La differenza tra l’A e la B è che chi ha fatto i federali non può scendere in B, mentre chi non ha fatto niente può salire in A. Quindi, ripeto, la mia etica sulla B e l’A: chi fa la B è giusto che faccia la A per avere anche un bagaglio culturale e visivo maggiore.
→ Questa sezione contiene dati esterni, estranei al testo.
All fields are unsigned and MSB first except ``mean`` and ``value``, which are
two's complement.  ``ib`` is the number of bits that index a term of a frame of
N samples, ``max(1, ceil(log2 N))``.  The CRC is CRC-16/IBM-3740 over every
byte after the sync marker up to the CRC.
"""

from __future__ import annotations

from dataclasses import dataclass

import bitstring
import numpy as np

from ..entropy.bits import (
    MAX_FIELD_BITS,
    from_twos,
    pack_fields,
    read_fields,
    signed_width,
    to_twos,
)
from ..quantize.select import choose_steps
from .crc import crc16_ibm3740
from .envelope import CRC_BYTES, SYNC, FrameKey, wrap_frames
from .fields import header_slots, read_header
from .registry import (
    CodedFrames,
    LengthField,
    PackedFrames,
    ParseContext,
    ParsedFrames,
    Verdicts,
    register_layout,
)

__all__ = [
    "LAYOUT_VERSION",
    "HEADER_FIELDS",
    "HEADER_BYTES",
    "FrameBatch",
    "Layout1",
    "LAYOUT_1",
    "index_bits",
    "pack_frames",
    "parse_headers",
    "parse_payloads",
    "expected_length",
    "pack_frame_reference",
    "unpack_frame_reference",
    "max_frame_bytes_for",
]

LAYOUT_VERSION = 1

#: (field, bits, meaning) after the sync marker, in order.
HEADER_FIELDS: tuple[tuple[str, int, str], ...] = (
    ("version", 4, "frame layout version (1)"),
    ("flags", 4, "reserved, must be 0"),
    ("length", 16, "bytes in the whole frame, sync marker to CRC"),
    ("profile", 16, "profile identifier (first 16 bits of SHA-256 of its canonical form)"),
    ("channel", 8, "channel index in the profile"),
    ("sequence", 16, "time-window index modulo 65536"),
    ("basis", 8, "basis code"),
    ("step_code", 10, "quantizer step code: step = 2**((code - 512) / 8)"),
    ("terms", 13, "number of kept terms (0..N)"),
    ("value_width", 6, "bits per kept term's value (two's complement), 0 when no terms"),
    ("mean_width", 6, "bits of the frame mean (two's complement); 0 = no mean (reference 'total')"),
    ("valid", 13, "samples of this frame that are real data (N except a short last frame)"),
)
_HEADER_BITS = sum(b for _, b, _ in HEADER_FIELDS)
assert _HEADER_BITS % 8 == 0
#: Bytes from the start of the frame to the end of the fixed header.
HEADER_BYTES = len(SYNC) + _HEADER_BITS // 8


def max_frame_bytes_for(profile, windows: int) -> int:
    """A generous bound on any frame carrying ``windows`` windows of every channel.

    16 bytes per coefficient of every channel and window (a coefficient never
    takes 128 bits in any layout), plus headers.
    """
    return 64 + windows * max(1, len(profile.channels)) * (16 * profile.frame_length + 16)


class _FieldReader:
    """``read(pos, width)`` over a byte array, for :func:`codec.layouts.fields.read_header`."""

    def __init__(self, buf: np.ndarray):
        self.buf = buf

    def read(self, pos: np.ndarray, width: np.ndarray) -> np.ndarray:
        return read_fields(self.buf, pos, width).astype(np.int64)


@dataclass(frozen=True)
class FrameBatch:
    """Many frames as parallel arrays (one entry per frame) plus flat term arrays.

    ``term_index`` and ``term_value`` hold the kept terms of all frames in
    frame order; ``terms[f]`` of them belong to frame ``f``.  ``mean`` is
    ignored where ``has_mean`` is False.
    """

    channel: np.ndarray
    sequence: np.ndarray
    basis: np.ndarray
    step_code: np.ndarray
    valid: np.ndarray
    has_mean: bool
    mean: np.ndarray
    terms: np.ndarray
    term_index: np.ndarray
    term_value: np.ndarray

    def __len__(self) -> int:
        return int(self.channel.size)


def index_bits(n: int) -> int:
    """Bits that index one of ``n`` terms."""
    return max(1, int(n - 1).bit_length())



def pack_frames(batch: FrameBatch, profile_id: int, n: int, *, key: FrameKey
                ) -> tuple[bytes, np.ndarray]:
    """Pack every frame of ``batch``; return the bytes and each frame's byte length.

    ``key`` is the profile's share of the CRC (:class:`FrameKey`).
    """
    nf = len(batch)
    ib = index_bits(n)
    terms = batch.terms.astype(np.int64)
    starts = np.cumsum(terms) - terms
    vwidth = np.zeros(nf, dtype=np.int64)
    if batch.term_value.size:
        nz = terms > 0
        per_term = signed_width(batch.term_value[:, None])
        vwidth[nz] = np.maximum.reduceat(per_term, starts[nz])
    mwidth = signed_width(batch.mean[:, None]) if batch.has_mean else np.zeros(nf, np.int64)
    if max(vwidth.max(initial=0), mwidth.max(initial=0)) > MAX_FIELD_BITS:
        raise ValueError("a coefficient needs more bits than the layout allows")  # our bug
    payload_bits = mwidth + terms * (ib + vwidth)
    pad = (-payload_bits) % 8
    body_bytes = (_HEADER_BITS + payload_bits + pad) // 8
    length = len(SYNC) + body_bytes + CRC_BYTES

    fields = {"version": LAYOUT_VERSION, "flags": 0, "length": length, "profile": profile_id,
              "channel": batch.channel, "sequence": batch.sequence % 65536, "basis": batch.basis,
              "step_code": batch.step_code, "terms": terms, "value_width": vwidth,
              "mean_width": mwidth, "valid": batch.valid}
    header = np.stack([v for v, _ in header_slots(HEADER_FIELDS, fields, None, nf)], axis=1)
    nh = len(HEADER_FIELDS)
    per_frame = nh + 1 + 2 * terms + 1
    fstart = np.cumsum(per_frame) - per_frame
    values = np.zeros(int(per_frame.sum()), dtype=np.uint64)
    widths = np.zeros(values.size, dtype=np.int64)
    hpos = fstart[:, None] + np.arange(nh)
    values[hpos] = header
    widths[hpos] = np.array([b for _, b, _ in HEADER_FIELDS])
    values[fstart + nh] = to_twos(batch.mean, mwidth) if batch.has_mean else 0
    widths[fstart + nh] = mwidth
    owner = np.repeat(np.arange(nf), terms)
    j = np.arange(terms.sum()) - starts[owner]
    ipos = fstart[owner] + nh + 1 + 2 * j
    values[ipos] = batch.term_index
    widths[ipos] = ib
    values[ipos + 1] = to_twos(batch.term_value, vwidth[owner])
    widths[ipos + 1] = vwidth[owner]
    widths[fstart + per_frame - 1] = pad
    body = pack_fields(values, widths)

    out = wrap_frames(body, body_bytes, key)
    return out.tobytes(), length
Come valuti i tre campionati?
Ho una valutazione molto positiva perché tutti e tre i campionati stanno crescendo a dismisura. Ero partito il primo anno che c’era Libertas a un mischione generale, un livello abbastanza basso. Con tutti questi giocatori che stanno approdando al mondo Libertas i livelli si stanno alzando. Ed è un campionato che secondo me può solo che crescere.
E la Libertas A invece?
L’A è un bel campionato, secondo me può crescere ancora di più, sta crescendo veramente tanto. Si stanno approcciando giocatori che hanno fatto tanti campionati federali, tanti campionati all’estero. Secondo me è veramente alto. Al momento vedo favorite Varese e Fighters in tutte e tre le categorie, quindi Libertas A, B e C.

Prossimi impegni vostri?
Domenica 30 novembre giocheremo a Torino coi Bulls in Libertas A. Mi aspetto una partita dove possiamo giocarcela, dove c’è voglia di fare risultato, e che può essere alla nostra portata.
La prossima partita con la Libertas C sarà il 3 dicembre contro i Vikings, mentre a febbraio giocheremo con la Libertas B.
Come si prepara una partita con tutto questo stacco?
Ho la fortuna che appunto chi gioca la B mi gioca anche la A, quindi ripeto il ritmo partita non lo perde, poi sicuramente organizzare delle amichevoli aiuta. E quest’anno l’obiettivo è quello di arrivare il più in alto possibile, imparare e divertirsi. Cercando di apprendere sempre di più e mettendosi in gioco su ogni fronte.